YOUR TASK:
The lines to copy from the data below are those that hold the string "Dictionary".

═══ MATERIAL FOR THIS TASK ═══

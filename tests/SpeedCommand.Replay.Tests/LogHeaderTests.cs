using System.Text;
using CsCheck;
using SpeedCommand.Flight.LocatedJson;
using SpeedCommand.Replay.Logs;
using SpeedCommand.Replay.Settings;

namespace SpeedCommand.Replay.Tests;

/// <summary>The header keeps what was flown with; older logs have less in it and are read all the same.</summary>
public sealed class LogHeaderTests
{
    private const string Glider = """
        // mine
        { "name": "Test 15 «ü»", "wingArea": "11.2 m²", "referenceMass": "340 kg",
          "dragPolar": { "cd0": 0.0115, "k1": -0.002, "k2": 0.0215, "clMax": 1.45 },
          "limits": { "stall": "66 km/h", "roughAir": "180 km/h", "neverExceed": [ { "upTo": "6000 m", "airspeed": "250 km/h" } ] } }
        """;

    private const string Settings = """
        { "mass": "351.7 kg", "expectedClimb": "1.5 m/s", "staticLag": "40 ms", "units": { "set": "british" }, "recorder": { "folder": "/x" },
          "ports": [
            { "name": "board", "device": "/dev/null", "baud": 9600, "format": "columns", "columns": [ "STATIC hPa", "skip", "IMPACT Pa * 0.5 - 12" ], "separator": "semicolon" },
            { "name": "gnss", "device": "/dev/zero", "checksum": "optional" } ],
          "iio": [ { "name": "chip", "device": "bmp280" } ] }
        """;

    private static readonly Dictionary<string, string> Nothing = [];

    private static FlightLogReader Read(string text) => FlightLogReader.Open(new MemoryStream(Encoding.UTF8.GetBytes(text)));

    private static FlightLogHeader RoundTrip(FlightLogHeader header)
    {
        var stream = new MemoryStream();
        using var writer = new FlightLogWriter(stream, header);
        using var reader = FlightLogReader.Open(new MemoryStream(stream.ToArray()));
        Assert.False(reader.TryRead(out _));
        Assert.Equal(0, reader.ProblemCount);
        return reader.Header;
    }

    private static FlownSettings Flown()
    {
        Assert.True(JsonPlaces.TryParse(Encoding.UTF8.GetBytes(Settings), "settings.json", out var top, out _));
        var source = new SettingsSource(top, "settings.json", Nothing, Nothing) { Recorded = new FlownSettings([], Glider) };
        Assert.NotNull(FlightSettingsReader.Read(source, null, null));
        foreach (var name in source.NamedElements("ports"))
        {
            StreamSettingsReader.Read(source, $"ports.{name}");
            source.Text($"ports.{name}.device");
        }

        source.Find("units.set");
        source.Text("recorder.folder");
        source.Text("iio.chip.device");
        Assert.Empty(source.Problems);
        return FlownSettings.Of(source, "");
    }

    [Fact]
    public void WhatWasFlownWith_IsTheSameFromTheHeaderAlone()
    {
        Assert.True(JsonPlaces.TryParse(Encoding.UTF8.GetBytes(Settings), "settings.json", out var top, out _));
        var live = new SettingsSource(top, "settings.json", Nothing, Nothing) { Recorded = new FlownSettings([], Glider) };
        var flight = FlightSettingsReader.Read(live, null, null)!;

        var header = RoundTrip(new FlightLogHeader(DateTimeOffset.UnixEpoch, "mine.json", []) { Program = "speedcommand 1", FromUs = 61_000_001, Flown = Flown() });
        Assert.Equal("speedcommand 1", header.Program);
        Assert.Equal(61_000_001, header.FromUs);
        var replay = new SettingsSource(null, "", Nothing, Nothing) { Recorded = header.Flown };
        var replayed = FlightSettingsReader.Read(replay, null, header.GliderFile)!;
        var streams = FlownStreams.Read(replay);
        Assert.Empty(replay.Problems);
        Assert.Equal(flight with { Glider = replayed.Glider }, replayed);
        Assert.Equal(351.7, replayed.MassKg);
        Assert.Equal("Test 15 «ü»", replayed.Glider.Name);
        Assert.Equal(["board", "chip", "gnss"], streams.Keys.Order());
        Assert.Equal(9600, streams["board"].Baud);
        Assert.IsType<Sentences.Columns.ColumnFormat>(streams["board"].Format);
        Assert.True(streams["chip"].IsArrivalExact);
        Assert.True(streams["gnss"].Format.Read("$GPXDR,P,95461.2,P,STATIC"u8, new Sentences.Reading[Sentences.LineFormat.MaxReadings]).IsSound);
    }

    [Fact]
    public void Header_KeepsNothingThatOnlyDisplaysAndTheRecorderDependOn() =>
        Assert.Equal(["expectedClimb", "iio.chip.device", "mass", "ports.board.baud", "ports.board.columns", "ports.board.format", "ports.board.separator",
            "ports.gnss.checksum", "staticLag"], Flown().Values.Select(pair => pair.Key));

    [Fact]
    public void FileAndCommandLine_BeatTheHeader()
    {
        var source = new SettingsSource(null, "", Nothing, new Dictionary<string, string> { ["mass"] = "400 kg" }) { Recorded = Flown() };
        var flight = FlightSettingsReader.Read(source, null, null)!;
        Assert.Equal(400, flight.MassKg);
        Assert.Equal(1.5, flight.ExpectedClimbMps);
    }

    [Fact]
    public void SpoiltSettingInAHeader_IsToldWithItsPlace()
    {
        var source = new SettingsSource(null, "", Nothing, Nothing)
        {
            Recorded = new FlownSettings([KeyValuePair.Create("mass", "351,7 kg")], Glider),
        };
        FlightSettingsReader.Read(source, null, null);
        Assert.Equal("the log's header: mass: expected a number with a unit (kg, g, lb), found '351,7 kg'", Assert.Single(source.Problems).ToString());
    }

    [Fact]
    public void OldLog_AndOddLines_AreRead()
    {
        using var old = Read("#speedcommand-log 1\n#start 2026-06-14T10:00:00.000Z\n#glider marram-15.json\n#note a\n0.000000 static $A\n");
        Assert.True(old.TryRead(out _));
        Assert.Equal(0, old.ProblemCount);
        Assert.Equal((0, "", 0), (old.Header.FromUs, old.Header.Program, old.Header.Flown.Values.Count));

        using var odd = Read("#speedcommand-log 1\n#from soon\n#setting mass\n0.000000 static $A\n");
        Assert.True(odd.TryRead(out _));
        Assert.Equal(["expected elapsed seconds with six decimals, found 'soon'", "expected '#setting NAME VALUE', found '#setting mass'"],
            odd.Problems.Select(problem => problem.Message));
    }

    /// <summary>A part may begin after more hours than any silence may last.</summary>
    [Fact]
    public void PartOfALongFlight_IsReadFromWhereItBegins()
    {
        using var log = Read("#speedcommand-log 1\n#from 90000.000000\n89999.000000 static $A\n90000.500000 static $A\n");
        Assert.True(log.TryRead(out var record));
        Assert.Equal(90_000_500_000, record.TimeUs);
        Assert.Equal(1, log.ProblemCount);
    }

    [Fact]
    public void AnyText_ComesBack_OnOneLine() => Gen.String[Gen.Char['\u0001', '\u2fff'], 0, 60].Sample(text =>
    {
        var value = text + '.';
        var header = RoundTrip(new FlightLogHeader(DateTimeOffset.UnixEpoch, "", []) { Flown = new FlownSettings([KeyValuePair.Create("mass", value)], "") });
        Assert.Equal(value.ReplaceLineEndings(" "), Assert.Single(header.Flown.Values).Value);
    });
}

═══
═══ MATERIAL FOR THIS TASK ═══

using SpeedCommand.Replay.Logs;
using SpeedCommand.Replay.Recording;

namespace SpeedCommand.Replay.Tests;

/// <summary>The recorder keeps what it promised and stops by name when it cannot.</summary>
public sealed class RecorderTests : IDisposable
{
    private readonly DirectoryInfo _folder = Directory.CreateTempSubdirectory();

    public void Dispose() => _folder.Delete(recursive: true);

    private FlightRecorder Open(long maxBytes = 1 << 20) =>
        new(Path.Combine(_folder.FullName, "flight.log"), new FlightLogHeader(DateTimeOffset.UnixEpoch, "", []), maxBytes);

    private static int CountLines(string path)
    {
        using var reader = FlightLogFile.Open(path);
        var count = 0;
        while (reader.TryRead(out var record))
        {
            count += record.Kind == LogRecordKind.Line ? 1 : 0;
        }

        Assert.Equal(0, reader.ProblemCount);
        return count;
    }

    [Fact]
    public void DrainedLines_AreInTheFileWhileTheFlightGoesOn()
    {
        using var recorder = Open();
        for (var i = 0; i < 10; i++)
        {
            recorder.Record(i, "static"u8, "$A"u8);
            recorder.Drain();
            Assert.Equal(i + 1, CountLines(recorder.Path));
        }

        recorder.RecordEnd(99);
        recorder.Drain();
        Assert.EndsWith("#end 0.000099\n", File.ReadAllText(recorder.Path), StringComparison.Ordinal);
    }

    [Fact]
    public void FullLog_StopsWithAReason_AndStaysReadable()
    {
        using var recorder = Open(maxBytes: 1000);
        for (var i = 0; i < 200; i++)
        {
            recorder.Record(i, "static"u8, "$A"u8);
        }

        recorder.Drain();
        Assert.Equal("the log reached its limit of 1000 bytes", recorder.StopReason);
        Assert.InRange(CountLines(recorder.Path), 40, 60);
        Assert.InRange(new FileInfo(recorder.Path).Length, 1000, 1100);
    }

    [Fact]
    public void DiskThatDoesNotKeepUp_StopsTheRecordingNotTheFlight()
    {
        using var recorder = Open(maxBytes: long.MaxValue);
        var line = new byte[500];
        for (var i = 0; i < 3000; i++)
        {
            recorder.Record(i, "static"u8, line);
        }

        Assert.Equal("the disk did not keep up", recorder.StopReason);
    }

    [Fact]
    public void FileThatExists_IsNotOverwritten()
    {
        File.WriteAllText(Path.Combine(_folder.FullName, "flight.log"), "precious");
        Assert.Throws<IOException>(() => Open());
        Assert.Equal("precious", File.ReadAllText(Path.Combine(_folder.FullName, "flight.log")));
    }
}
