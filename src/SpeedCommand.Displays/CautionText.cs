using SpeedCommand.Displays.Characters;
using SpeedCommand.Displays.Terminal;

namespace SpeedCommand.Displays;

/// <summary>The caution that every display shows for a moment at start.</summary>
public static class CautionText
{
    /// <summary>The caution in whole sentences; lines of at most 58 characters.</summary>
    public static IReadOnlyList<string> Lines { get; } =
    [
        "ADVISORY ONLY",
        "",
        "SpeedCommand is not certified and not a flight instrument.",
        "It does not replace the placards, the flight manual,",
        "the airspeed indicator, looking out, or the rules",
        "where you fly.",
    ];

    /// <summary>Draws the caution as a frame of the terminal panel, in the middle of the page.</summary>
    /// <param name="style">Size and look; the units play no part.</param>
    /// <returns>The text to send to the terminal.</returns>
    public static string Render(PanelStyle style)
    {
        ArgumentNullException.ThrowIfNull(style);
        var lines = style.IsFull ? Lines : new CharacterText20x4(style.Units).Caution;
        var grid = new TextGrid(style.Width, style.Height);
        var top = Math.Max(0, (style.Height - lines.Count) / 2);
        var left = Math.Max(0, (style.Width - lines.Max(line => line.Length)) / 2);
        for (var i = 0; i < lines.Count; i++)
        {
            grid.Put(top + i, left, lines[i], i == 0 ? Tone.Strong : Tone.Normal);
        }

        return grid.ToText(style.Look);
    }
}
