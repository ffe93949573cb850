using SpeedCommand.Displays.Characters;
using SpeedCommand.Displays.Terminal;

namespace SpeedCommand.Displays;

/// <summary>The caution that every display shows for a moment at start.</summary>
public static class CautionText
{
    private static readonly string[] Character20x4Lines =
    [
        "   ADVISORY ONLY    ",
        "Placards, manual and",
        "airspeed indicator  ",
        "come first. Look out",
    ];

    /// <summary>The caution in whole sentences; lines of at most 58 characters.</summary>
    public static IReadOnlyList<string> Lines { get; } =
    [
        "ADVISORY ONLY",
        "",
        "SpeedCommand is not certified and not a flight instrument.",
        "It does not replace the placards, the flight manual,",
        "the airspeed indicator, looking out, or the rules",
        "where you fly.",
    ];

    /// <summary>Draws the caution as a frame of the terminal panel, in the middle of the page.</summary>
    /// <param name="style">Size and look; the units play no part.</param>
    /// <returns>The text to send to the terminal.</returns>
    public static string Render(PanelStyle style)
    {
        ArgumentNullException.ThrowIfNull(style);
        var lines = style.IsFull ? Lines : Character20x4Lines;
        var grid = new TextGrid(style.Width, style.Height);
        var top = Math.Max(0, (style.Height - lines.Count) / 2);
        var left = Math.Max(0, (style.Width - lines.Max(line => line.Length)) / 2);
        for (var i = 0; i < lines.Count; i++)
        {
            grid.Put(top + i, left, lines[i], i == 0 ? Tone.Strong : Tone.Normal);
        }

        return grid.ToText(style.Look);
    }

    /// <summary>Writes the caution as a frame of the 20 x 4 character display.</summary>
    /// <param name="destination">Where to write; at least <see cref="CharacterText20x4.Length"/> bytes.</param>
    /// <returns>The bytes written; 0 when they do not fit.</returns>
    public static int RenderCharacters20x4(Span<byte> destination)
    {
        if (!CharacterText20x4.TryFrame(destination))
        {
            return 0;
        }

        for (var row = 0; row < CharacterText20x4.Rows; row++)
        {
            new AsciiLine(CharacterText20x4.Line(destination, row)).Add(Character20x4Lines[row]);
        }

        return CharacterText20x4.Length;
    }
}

═══

FINISHED EXERCISE:
    private static readonly Dictionary<string, string> Nothing = [];
        var source = new SettingsSource(null, "", Nothing, new Dictionary<string, string> { ["mass"] = "400 kg" }) { Recorded = Flown() };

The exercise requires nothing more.